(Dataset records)
//! The benchmark proper: built for a bare Cortex-M target only.

mod adc;
mod clock;
mod edges;
mod probes;

use cortex_m as _;
use cortex_m::asm::nop;
use cortex_m::peripheral::syst::SystClkSource;
use cortex_m_rt::entry;
use cortex_m_semihosting::{debug, hprintln};
use humsense::Profile;

use adc::{bench, window_bench, Case};
use clock::calibrate;
use edges::edge_bench;
use probes::*;

use crate::PROBE;

fn run() -> Result<(), ()> {
    calibrate()?;
    // `CORTEXM_BENCH=edges` at build time: the edge input's lines only.
    let adc = !matches!(option_env!("CORTEXM_BENCH"), Some("edges"));
    for profile in [Profile::Touch, Profile::Field] {
        if !adc {
            break;
        }
        for case in [Case::Mixed, Case::Held] {
            bench::<1>(profile, case)?;
        }
        for case in [Case::Mixed, Case::Held] {
            bench::<4>(profile, case)?;
        }
        for case in [Case::Mixed, Case::Held] {
            bench::<8>(profile, case)?;
        }
    }
    if adc {
        window_bench(Case::Mixed)?;
        window_bench(Case::Held)?;
    }
    for profile in [Profile::Touch, Profile::Field] {
        edge_bench::<1>(profile)?;
        edge_bench::<4>(profile)?;
        edge_bench::<8>(profile)?;
    }
    Ok(())
}

#[entry]
fn main() -> ! {
    let Some(mut p) = cortex_m::Peripherals::take() else {
        loop {
            nop();
        }
    };
    p.SYST.set_clock_source(SystClkSource::Core);
    p.SYST.set_reload(0x00ff_ffff);
    p.SYST.clear_current();
    p.SYST.enable_counter();
    match PROBE {
        0 => probe_without(),
        1 => probe::<1>(),
        4 => probe::<4>(),
        8 => probe::<8>(),
        100 => probe_block_without(),
        101 => probe_block(),
        200 => probe_edges_without(),
        201 => probe_edges(),
        #[cfg(feature = "telemetry")]
        210 => probe_telemetry(),
        _ => {}
    }
    let status = if option_env!("CORTEXM_TRACE") == Some("edges") {
        trace_edges()
    } else if option_env!("CORTEXM_TRACE") == Some("held") {
        trace_one(Case::Held)
    } else if option_env!("CORTEXM_TRACE").is_some() {
        trace_one(Case::Mixed)
    } else {
        run()
    };
    debug::exit(match status {
        Ok(()) => debug::EXIT_SUCCESS,
        Err(()) => debug::EXIT_FAILURE,
    });
    loop {
        nop();
    }
}

#[panic_handler]
fn panic(info: &core::panic::PanicInfo) -> ! {
    if PROBE == 255 {
        hprintln!("cortexm-error: panic: {}", info);
        debug::exit(debug::EXIT_FAILURE);
    }
    loop {
        nop();
    }
}
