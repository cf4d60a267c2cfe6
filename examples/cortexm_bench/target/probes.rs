//! Flash probes (minimal firmware with and without the detector) and the
//! instruction-profile workloads (`CORTEXM_TRACE`).

use core::hint::black_box;

use cortex_m::asm::nop;
use humsense::edge::{EdgeConfig, EdgeDetector, TimerWidth};
use humsense::{Config, Detector};

use super::adc::{block_call, frame, source, Case};
use super::clock::{now, BLOCK};
use super::edges::{edge_call, edge_source, EDGE_TICK_HZ};

/// Flash probe: a minimal firmware that reads "ADC" codes (SysTick
/// stands in for the converter) into a `Detector<N>` and consumes its
/// events. The configuration goes through `black_box`, so construction
/// and validation are kept as a firmware that loads its settings would.
pub(super) fn probe<const N: usize>() -> ! {
    let cfg = black_box(Config::touch());
    let Ok(mut det) = Detector::<N>::new(cfg) else {
        loop {
            nop();
        }
    };
    loop {
        let f = [now() as u16; N];
        det.push_frame(&f, |e| {
            black_box(e);
        });
    }
}

/// The same firmware without the detector.
pub(super) fn probe_without() -> ! {
    loop {
        black_box([now() as u16; 1]);
    }
}

/// Samples a block-path probe collects before each call (a DMA
/// half-buffer, say).
pub(super) const PROBE_BLOCK: usize = 64;

/// A minimal firmware feeding blocks: fills a buffer, one
/// `Detector::<1>::push_block` a buffer, events out.
pub(super) fn probe_block() -> ! {
    let cfg = black_box(Config::touch());
    let Ok(mut det) = Detector::<1>::new(cfg) else {
        loop {
            nop();
        }
    };
    let mut buf = [0u16; PROBE_BLOCK];
    loop {
        for x in buf.iter_mut() {
            *x = now() as u16;
        }
        det.push_block(black_box(&buf[..]), |e| {
            black_box(e);
        });
    }
}

/// The same firmware without the detector.
pub(super) fn probe_block_without() -> ! {
    let mut buf = [0u16; PROBE_BLOCK];
    loop {
        for x in buf.iter_mut() {
            *x = now() as u16;
        }
        black_box(&buf[..]);
    }
}

/// Flash probe of the telemetry encoder (feature `telemetry`,
/// `CORTEXM_FLASH_PROBE=210`, against 0): one channel of 12-bit codes
/// at 2 kHz, 60 frames a record, a 1 KiB buffer, pushed frame by frame
/// and drained 16 bytes at a time (a UART FIFO).
#[cfg(feature = "telemetry")]
pub(super) fn probe_telemetry() -> ! {
    use humsense::telemetry::{StreamHeader, TelemetryEncoder};
    let h = black_box(StreamHeader {
        channels: 1,
        adc_bits: 12,
        rate_hz: 2000,
    });
    let Ok(mut tel) = TelemetryEncoder::<u16, 1024>::new(h, 60) else {
        loop {
            nop();
        }
    };
    let mut fifo = [0u8; 16];
    loop {
        let _ = tel.push_frame(&[now() as u16]);
        let n = tel.read(&mut fifo);
        black_box((&fifo, n));
    }
}

/// Edge-only flash probe: a minimal firmware whose pin interrupt hands
/// the timer count (SysTick stands in for the timer) to a one-channel
/// `EdgeDetector`, and whose main loop calls `advance`; events out.
/// The configurations go through `black_box`, as a firmware that loads
/// its settings would.
pub(super) fn probe_edges() -> ! {
    let cfg = black_box(Config::touch());
    let edge = black_box(EdgeConfig::new(1_000_000, TimerWidth::Bits16));
    let Ok(mut det) = EdgeDetector::<1>::new(cfg, edge) else {
        loop {
            nop();
        }
    };
    let mut rising = true;
    loop {
        det.push_edge(0, rising, now(), |e| {
            black_box(e);
        });
        rising = !rising;
        det.advance(now(), |e| {
            black_box(e);
        });
    }
}

/// The same firmware without the detector.
pub(super) fn probe_edges_without() -> ! {
    let mut rising = true;
    loop {
        black_box((0usize, rising, now()));
        rising = !rising;
        black_box(now());
    }
}

/// `CORTEXM_TRACE=1` at build time: only the touch profile, one
/// channel, the benchmark's mixed signal (`CORTEXM_TRACE=held`: the held
/// touch), through `Detector::push_block` for `TRACE_FRAMES` frames
/// (warm-up included), and no output: a steady workload for an
/// instruction profile from QEMU's execution trace (`-d
/// exec,nochain,in_asm`; see DEVELOPERS.md).
pub(super) fn trace_one(case: Case) -> Result<(), ()> {
    const TRACE_FRAMES: u32 = 48_000;
    let Ok(mut det) = Detector::<1>::new(Config::touch()) else {
        return Err(());
    };
    let mut src = source::<1>(case);
    let mut events = 0u32;
    let mut buf = [0u16; BLOCK as usize];
    for _ in 0..TRACE_FRAMES / BLOCK {
        for x in buf.iter_mut() {
            *x = frame(&mut src)[0];
        }
        block_call(&mut det, black_box(&buf), &mut events);
    }
    black_box(events);
    Ok(())
}

/// `CORTEXM_TRACE=edges` at build time: the edge benchmark's train
/// (7 s: 350 windows) through a one-channel `EdgeDetector` (touch
/// profile), no output: the edge input's workload for the instruction
/// profile (`PROFILE_INPUT=edges .ci/profile`).
pub(super) fn trace_edges() -> Result<(), ()> {
    let cfg = Config::touch();
    let edge = EdgeConfig::new(EDGE_TICK_HZ, TimerWidth::Bits16);
    let Ok(mut det) = EdgeDetector::<1>::new(cfg, edge) else {
        return Err(());
    };
    let mut src = edge_source::<1>();
    let mut events = 0u32;
    let mask = TimerWidth::Bits16.mask();
    while let Some(e) = src.next() {
        edge_call(
            &mut det,
            usize::from(e.ch),
            e.active,
            (e.tick as u32) & mask,
            &mut events,
        );
    }
    black_box(events);
    Ok(())
}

TASK STATEMENT:
Look above for the line containing "edge_bench::<8>(profile)?;". Output from there through the line containing "trace_one(Case::Held)", exactly and inclusively.

RESULT FOR THIS TASK:
        edge_bench::<8>(profile)?;
    }
    Ok(())
}

#[entry]
fn main() -> ! {
    let Some(mut p) = cortex_m::Peripherals::take() else {
        loop {
            nop();
        }
    };
    p.SYST.set_clock_source(SystClkSource::Core);
    p.SYST.set_reload(0x00ff_ffff);
    p.SYST.clear_current();
    p.SYST.enable_counter();
    match PROBE {
        0 => probe_without(),
        1 => probe::<1>(),
        4 => probe::<4>(),
        8 => probe::<8>(),
        100 => probe_block_without(),
        101 => probe_block(),
        200 => probe_edges_without(),
        201 => probe_edges(),
        #[cfg(feature = "telemetry")]
        210 => probe_telemetry(),
        _ => {}
    }
    let status = if option_env!("CORTEXM_TRACE") == Some("edges") {
        trace_edges()
    } else if option_env!("CORTEXM_TRACE") == Some("held") {
        trace_one(Case::Held)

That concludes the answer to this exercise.